Frequently Asked Questions

What is Sandisk’s High Bandwidth Flash?

High Bandwidth Flash (HBF) is a NAND flash memory stack built to sit beside AI accelerators in the same physical slot as HBM, with comparable bandwidth and up to 16x the capacity at a similar cost, according to Sandisk’s August 2025 collaboration announcement with SK hynix.

Is HBF a replacement for HBM or DRAM?

No. Sandisk and SK hynix pitch HBF as a complement to HBM, not a substitute. Flash latency sits higher than DRAM, which makes HBF best suited to streaming large model weights for inference rather than the latency-critical random access that needs DRAM-grade memory.

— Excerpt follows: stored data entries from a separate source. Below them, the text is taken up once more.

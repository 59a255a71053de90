"""HTML of the report to hand in (:mod:`transport.analysis.report`): one file, no network.

Everything is in the file: an inline style sheet, figures as ``data:`` URIs, no script.
Every text from the scenario is escaped (:func:`html.escape`). Numbers a test or a
reader may want at full precision carry them in a ``data-si`` attribute (SI units)
beside the rounded text.
"""
from __future__ import annotations

import html
import math
import platform
from importlib.metadata import PackageNotFoundError, version

import numpy as np

from transport.analysis.metrics import ReceptorViews
from transport.analysis.summary import (design_life_flag, format_concentration, format_time,
                                        peak_beyond_flag)
from transport.caution import ASSUMPTIONS, CAUTION
from transport.units import LITRE_PER_KG, MG_PER_M2, YEAR

__all__ = ["render_html", "STYLE", "DERIVED_COLUMNS", "LIMITATIONS"]

#: The inline style sheet (no web fonts: the browser's own sans-serif).
STYLE = """
body{font-family:system-ui,-apple-system,"Segoe UI",Roboto,Arial,sans-serif;margin:0 auto;
max-width:1100px;padding:0 24px 40px;color:#1b1b1b;line-height:1.45}
h1{font-size:1.6em;margin:.6em 0 .2em}h2{font-size:1.25em;margin-top:1.6em;
border-bottom:1px solid #bbb;padding-bottom:.15em}h3{font-size:1.05em}
.caution{background:#fff4e0;border:1px solid #d08a00;border-left:6px solid #d08a00;
padding:10px 14px;margin:14px 0;font-size:.95em}
.flag{background:#fde8e8;border-left:6px solid #b3261e;padding:8px 12px;margin:10px 0}
table{border-collapse:collapse;margin:8px 0 14px;font-size:.88em}
th,td{border:1px solid #ccc;padding:3px 7px;vertical-align:top}
th{background:#f1f3f5;text-align:left}
td.n{text-align:right;font-variant-numeric:tabular-nums;white-space:nowrap}
tr.fail td{background:#fde8e8}.pass{color:#1a7f37;font-weight:600}
.failed{color:#b3261e;font-weight:600}
pre{background:#f6f8fa;border:1px solid #ddd;padding:10px;overflow-x:auto;font-size:.85em}
figure{margin:12px 0}figure img{max-width:100%;border:1px solid #ddd}
figcaption{font-size:.9em;color:#444}.meta{color:#555;font-size:.9em}
nav ol{columns:2;font-size:.92em}code{font-size:.92em}code.sha256{word-break:break-all}
@media print{nav{display:none}h2{break-after:avoid}figure,tr{break-inside:avoid}}
"""

#: Columns of the derived table: (row key, heading, factor from SI, format), the
#: columns of ``stratiflux check`` plus porosity, bulk density and Kd.
DERIVED_COLUMNS = (
    ("top", "top (m)", 1.0, "{:.3g}"),
    ("bottom", "bottom (m)", 1.0, "{:.3g}"),
    ("porosity", "porosity n", 1.0, "{:.3g}"),
    ("water_content", "water content θ", 1.0, "{:.3g}"),
    ("bulk_density", "bulk density (kg/m³)", 1.0, "{:.4g}"),
    ("distribution_coefficient", "Kd (L/kg)", 1.0 / LITRE_PER_KG, "{:.4g}"),
    ("retardation_factor", "R", 1.0, "{:.4g}"),
    ("diffusivity", "D (m²/s)", 1.0, "{:.3e}"),
    ("half_life", "half-life (yr)", 1.0 / YEAR, "{:.4g}"),
    ("pore_velocity", "v (m/yr)", YEAR, "{:.4g}"),
    ("peclet_number", "Péclet", 1.0, "{:.3g}"),
    ("diffusion_time", "t_diff (yr)", 1.0 / YEAR, "{:.4g}"),
    ("advection_time", "t_adv (yr)", 1.0 / YEAR, "{:.4g}"),
)

#: What the report does not claim (shown with the assumptions).
LIMITATIONS = (
    "The results hold for the stated assumptions and inputs only; they are estimates, "
    "not measurements.",
    "A screening level is the user's choice for this run; check the level that applies "
    "in your jurisdiction.",
    "The error bounds are those of the numerical solution of the model equations; they "
    "say nothing of the uncertainty of the inputs or of the model itself.",
)

_E = html.escape


def _cell(value, text=None, si=None) -> str:
    attr = f' data-si="{si!r}"' if si is not None else ""
    return f'<td class="n"{attr}>{_E(text if text is not None else str(value))}</td>'


def _table(head, rows, cls="") -> str:
    h = "".join(f"<th>{_E(c)}</th>" for c in head)
    return (f'<table{f" class={cls!r}" if cls else ""}><thead><tr>{h}</tr></thead>'
            f"<tbody>{''.join(rows)}</tbody></table>")


def _derived(rows) -> str:
    sources, body = [], []
    for i, row in enumerate(rows, start=1):
        cells = [f"<td>{_E(str(row.get('name') or f'layer {i}'))}</td>"]
        for key, _, factor, fmt in DERIVED_COLUMNS:
            value = row.get(key)
            if value is None or (isinstance(value, float) and not math.isfinite(value)):
                cells.append('<td class="n">–</td>')
            else:
                cells.append(_cell(None, fmt.format(float(value) * factor), float(value)))
        refs = []
        for key in ("sorption_source", "diffusion_source"):
            text = row.get(key)
            if text:
                if text not in sources:
                    sources.append(text)
                refs.append(f"[{sources.index(text) + 1}]")
        cells.append(f"<td>{' '.join(refs) or '–'}</td>")
        body.append(f"<tr>{''.join(cells)}</tr>")
    table = _table(["layer"] + [h for _, h, _, _ in DERIVED_COLUMNS] + ["sources"], body)
    notes = "".join(f"<li>[{k}] {_E(s)}</li>" for k, s in enumerate(sources, start=1))
    return (table + (f'<ol class="meta" style="list-style:none;padding-left:0">{notes}'
                     "</ol>" if notes else "")
            + '<p class="meta">t_diff = R h²/D and t_adv = R h/v are the usual layer time '
            "scales (common practice); – marks a value that does not apply.</p>")


def _time_cell(t):
    return _cell(None, "not reached" if t is None else format_time(t), t)


def _first_cell(m):
    """The first exceedance; where the level is already reached at the earliest output
    time, said so (the crossing lies earlier and is not resolved)."""
    if m.exceeded_at_start:
        return _cell(None, f"already reached at the earliest output time, "
                           f"{format_time(m.first_exceedance)} (the crossing is earlier)",
                     m.first_exceedance)
    return _time_cell(m.first_exceedance)


def _conc_cell(c):
    return _cell(None, "–" if c is None else format_concentration(c), c)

When will HBF samples ship?

Sandisk says first samples of HBF memory arrive in the second half of calendar 2026, with the first AI-inference devices carrying HBF expected in early 2027. The Open Compute Project workstream that kicked off on 25 February 2026 covers the specification, not the silicon.

Who is David Patterson and why does his endorsement of HBF matter?

Patterson is the emeritus Pardee Professor of Computer Science at the University of California, Berkeley, and a Google distinguished engineer. He co-developed RISC and RAID, and won the 2017 ACM Turing Award. He chairs Sandisk’s HBF technical advisory board, lending institutional weight to a memory standard that launched from a single vendor.

Why is SK hynix helping standardise a memory that could compete with HBM?

SK hynix led the global HBM market with 57% of revenue in the third quarter of 2024, per Counterpoint research cited by CNBC. Helping write the HBF specification puts the company’s NAND packaging expertise to work in a category adjacent to HBM, and gives the HBM leader a seat at the table for whatever the next AI memory tier looks like.